- _What to do_
Using the data below, copy out all lines with the word "when".

· · · · · · ·

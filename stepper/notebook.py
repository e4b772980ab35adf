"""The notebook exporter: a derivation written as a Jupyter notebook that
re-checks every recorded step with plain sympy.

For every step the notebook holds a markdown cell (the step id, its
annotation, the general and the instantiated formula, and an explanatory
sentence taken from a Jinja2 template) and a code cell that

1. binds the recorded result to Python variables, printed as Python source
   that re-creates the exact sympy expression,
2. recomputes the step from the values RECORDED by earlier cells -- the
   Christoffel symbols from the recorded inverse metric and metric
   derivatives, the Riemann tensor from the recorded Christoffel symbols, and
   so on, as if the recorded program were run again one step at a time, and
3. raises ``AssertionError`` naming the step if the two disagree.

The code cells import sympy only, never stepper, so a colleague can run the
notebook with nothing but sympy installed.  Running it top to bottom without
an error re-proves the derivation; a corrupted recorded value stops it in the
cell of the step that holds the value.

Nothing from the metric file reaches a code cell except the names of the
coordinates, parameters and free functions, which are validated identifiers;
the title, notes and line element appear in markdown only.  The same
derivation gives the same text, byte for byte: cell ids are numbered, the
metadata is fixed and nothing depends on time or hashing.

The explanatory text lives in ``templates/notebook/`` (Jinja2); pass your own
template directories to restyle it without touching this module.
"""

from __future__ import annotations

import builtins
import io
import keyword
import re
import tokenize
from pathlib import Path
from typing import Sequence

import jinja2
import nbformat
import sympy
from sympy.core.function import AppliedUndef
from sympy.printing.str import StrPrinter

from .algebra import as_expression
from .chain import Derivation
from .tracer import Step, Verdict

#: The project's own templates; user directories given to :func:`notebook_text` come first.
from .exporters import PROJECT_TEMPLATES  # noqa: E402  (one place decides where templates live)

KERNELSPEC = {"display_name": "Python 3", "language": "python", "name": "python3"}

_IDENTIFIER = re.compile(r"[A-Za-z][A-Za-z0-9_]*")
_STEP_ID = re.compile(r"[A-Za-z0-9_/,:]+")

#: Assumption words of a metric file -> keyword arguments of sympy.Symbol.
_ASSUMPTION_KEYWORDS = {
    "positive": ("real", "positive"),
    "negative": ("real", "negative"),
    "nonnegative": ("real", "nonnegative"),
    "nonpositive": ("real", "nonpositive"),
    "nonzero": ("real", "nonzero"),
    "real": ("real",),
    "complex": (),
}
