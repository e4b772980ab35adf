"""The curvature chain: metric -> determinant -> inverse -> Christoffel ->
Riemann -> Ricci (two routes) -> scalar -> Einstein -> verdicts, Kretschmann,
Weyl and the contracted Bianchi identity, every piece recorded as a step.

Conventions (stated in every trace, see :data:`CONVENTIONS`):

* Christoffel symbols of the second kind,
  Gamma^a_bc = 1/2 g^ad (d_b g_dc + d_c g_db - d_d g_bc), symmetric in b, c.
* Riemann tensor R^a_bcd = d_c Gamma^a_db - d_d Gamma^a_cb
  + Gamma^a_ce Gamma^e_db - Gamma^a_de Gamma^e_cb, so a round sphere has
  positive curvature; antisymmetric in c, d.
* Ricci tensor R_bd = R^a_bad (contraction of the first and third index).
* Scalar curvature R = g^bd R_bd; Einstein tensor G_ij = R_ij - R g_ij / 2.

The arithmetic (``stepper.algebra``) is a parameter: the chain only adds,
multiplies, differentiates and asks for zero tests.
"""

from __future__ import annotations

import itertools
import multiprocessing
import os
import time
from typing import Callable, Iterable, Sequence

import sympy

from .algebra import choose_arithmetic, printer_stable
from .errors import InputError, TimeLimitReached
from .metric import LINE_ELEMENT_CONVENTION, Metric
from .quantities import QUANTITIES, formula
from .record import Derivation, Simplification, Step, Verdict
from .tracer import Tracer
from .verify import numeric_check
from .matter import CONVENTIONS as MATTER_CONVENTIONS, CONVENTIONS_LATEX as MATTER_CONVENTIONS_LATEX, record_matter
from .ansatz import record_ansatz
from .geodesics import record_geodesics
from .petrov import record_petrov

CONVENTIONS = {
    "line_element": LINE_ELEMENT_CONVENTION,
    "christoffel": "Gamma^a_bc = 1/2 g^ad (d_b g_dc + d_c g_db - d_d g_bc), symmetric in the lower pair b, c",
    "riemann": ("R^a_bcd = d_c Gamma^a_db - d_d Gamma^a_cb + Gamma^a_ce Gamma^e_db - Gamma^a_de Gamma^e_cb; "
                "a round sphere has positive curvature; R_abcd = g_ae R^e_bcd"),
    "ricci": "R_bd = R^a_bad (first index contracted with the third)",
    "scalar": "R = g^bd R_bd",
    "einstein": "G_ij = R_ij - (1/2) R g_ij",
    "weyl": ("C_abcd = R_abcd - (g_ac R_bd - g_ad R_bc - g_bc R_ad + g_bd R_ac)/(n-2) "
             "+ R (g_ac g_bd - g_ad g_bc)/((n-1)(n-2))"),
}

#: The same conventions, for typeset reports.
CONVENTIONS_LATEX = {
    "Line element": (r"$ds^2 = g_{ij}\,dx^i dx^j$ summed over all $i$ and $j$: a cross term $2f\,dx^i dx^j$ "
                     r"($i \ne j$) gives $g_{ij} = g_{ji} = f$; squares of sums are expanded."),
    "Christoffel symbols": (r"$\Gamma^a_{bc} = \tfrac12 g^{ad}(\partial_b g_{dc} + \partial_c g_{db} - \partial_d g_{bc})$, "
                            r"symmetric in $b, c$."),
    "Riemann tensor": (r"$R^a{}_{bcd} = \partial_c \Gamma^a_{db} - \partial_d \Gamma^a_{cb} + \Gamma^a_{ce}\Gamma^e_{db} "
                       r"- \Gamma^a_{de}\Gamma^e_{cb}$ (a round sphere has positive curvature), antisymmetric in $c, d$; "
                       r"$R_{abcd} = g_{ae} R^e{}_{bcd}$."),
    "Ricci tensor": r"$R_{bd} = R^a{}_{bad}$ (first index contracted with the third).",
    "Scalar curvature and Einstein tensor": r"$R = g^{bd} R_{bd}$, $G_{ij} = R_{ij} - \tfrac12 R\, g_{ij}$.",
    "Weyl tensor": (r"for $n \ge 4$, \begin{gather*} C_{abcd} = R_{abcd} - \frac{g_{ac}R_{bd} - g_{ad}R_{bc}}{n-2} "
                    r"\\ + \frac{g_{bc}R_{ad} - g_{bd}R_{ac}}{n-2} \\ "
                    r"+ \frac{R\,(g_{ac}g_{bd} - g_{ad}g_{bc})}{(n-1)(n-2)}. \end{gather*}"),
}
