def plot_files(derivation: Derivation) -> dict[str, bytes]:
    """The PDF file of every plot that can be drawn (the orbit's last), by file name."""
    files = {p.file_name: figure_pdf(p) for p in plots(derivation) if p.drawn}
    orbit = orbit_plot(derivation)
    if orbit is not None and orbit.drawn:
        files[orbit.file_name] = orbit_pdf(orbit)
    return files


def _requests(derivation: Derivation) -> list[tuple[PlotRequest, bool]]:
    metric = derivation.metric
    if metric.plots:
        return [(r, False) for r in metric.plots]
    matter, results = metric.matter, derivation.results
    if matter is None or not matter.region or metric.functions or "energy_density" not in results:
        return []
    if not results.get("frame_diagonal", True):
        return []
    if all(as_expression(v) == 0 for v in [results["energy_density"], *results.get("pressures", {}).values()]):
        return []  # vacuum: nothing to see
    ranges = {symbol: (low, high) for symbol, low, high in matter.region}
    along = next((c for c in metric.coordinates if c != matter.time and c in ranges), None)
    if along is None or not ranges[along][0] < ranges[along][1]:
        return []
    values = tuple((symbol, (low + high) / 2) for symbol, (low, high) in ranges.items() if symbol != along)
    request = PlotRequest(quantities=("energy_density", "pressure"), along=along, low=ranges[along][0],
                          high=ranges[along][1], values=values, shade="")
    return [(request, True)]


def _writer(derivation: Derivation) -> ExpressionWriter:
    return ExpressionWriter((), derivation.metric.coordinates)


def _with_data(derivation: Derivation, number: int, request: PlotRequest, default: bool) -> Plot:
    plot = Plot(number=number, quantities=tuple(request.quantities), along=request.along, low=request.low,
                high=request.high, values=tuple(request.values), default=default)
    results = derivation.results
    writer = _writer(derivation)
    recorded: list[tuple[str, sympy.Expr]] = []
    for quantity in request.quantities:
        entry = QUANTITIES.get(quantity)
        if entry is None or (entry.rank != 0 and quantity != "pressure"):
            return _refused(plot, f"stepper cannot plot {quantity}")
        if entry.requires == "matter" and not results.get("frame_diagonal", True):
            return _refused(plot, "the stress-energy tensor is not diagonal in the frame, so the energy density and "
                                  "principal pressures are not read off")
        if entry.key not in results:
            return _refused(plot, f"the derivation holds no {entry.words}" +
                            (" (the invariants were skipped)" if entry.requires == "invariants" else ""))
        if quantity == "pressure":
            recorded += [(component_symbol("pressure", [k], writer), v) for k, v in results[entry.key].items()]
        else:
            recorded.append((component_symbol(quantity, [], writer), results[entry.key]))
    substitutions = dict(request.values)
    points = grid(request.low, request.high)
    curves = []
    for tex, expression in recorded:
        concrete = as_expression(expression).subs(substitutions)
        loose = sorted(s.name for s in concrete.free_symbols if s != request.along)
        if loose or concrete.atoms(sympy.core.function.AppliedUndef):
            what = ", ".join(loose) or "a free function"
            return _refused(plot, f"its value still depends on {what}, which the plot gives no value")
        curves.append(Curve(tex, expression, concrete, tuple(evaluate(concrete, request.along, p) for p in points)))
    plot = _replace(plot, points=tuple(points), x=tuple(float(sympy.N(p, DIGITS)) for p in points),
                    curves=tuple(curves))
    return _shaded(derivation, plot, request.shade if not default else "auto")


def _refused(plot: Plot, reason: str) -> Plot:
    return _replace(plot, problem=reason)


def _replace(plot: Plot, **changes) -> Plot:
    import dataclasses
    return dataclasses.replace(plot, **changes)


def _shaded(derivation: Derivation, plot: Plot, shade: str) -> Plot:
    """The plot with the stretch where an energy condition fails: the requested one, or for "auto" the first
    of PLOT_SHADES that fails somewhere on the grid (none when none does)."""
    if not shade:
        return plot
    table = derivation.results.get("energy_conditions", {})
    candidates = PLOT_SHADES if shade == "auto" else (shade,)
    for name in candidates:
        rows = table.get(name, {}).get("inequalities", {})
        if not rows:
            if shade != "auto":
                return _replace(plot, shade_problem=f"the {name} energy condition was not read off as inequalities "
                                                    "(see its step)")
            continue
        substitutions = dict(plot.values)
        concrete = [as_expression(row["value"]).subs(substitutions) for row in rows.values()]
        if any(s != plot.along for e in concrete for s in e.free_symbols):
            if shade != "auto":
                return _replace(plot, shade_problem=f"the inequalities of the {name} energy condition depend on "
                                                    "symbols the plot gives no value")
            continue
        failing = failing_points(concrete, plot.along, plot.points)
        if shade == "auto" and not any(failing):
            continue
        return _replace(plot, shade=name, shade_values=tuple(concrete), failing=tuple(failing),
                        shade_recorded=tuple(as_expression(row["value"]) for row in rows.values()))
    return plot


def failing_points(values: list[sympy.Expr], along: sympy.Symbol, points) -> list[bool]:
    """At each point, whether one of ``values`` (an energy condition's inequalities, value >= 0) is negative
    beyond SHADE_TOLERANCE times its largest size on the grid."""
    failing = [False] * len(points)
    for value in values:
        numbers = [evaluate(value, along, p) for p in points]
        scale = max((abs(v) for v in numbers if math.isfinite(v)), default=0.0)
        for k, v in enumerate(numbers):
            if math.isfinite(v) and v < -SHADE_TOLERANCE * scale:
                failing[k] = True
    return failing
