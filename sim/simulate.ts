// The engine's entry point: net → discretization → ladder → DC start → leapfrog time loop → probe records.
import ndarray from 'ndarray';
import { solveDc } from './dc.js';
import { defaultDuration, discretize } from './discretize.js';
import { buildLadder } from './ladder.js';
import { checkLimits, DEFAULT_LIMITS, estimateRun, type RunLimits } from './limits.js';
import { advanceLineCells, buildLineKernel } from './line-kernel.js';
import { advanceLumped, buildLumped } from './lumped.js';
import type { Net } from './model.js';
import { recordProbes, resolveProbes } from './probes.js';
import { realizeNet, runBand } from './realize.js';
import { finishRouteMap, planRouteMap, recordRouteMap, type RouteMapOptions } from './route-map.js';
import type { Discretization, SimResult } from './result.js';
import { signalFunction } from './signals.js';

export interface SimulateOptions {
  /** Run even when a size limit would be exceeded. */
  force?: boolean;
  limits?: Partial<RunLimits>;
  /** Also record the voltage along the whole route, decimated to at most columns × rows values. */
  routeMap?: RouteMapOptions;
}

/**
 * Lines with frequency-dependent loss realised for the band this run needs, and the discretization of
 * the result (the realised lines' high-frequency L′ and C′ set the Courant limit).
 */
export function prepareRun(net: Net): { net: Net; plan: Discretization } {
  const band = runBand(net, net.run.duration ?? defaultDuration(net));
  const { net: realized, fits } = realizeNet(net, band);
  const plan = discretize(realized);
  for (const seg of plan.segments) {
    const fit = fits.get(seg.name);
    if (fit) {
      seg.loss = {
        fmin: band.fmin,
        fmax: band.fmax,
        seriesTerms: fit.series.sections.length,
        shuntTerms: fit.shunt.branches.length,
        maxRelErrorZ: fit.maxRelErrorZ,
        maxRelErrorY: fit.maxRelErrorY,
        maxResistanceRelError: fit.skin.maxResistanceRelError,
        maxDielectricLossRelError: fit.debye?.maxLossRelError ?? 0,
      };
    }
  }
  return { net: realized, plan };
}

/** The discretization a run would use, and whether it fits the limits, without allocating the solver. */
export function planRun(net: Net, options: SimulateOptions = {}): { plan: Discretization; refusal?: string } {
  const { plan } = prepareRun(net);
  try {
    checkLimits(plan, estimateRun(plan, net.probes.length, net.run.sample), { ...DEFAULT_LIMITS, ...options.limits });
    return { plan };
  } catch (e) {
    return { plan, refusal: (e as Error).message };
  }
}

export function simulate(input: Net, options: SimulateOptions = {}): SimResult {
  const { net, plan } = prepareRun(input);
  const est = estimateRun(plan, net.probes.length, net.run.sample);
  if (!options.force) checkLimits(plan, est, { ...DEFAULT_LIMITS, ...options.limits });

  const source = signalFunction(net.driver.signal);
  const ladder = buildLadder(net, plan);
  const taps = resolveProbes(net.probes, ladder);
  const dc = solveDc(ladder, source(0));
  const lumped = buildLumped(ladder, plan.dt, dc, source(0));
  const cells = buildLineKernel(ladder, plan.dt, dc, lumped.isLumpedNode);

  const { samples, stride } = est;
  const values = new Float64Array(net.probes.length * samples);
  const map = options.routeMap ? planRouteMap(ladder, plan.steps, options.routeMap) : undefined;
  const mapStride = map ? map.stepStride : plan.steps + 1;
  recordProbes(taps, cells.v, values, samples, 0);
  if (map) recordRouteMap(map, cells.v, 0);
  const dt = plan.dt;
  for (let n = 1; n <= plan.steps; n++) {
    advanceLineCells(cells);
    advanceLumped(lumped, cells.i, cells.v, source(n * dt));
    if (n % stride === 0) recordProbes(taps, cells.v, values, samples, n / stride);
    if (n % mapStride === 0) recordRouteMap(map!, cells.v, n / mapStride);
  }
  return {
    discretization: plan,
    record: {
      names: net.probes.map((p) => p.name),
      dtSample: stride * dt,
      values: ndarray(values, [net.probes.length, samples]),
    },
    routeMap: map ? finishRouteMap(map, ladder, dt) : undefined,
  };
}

· · · · · · ·

- _Exercise output_
    of PLOT_SHADES that fails somewhere on the grid (none when none does)."""
  /** Run even when a size limit would be exceeded. */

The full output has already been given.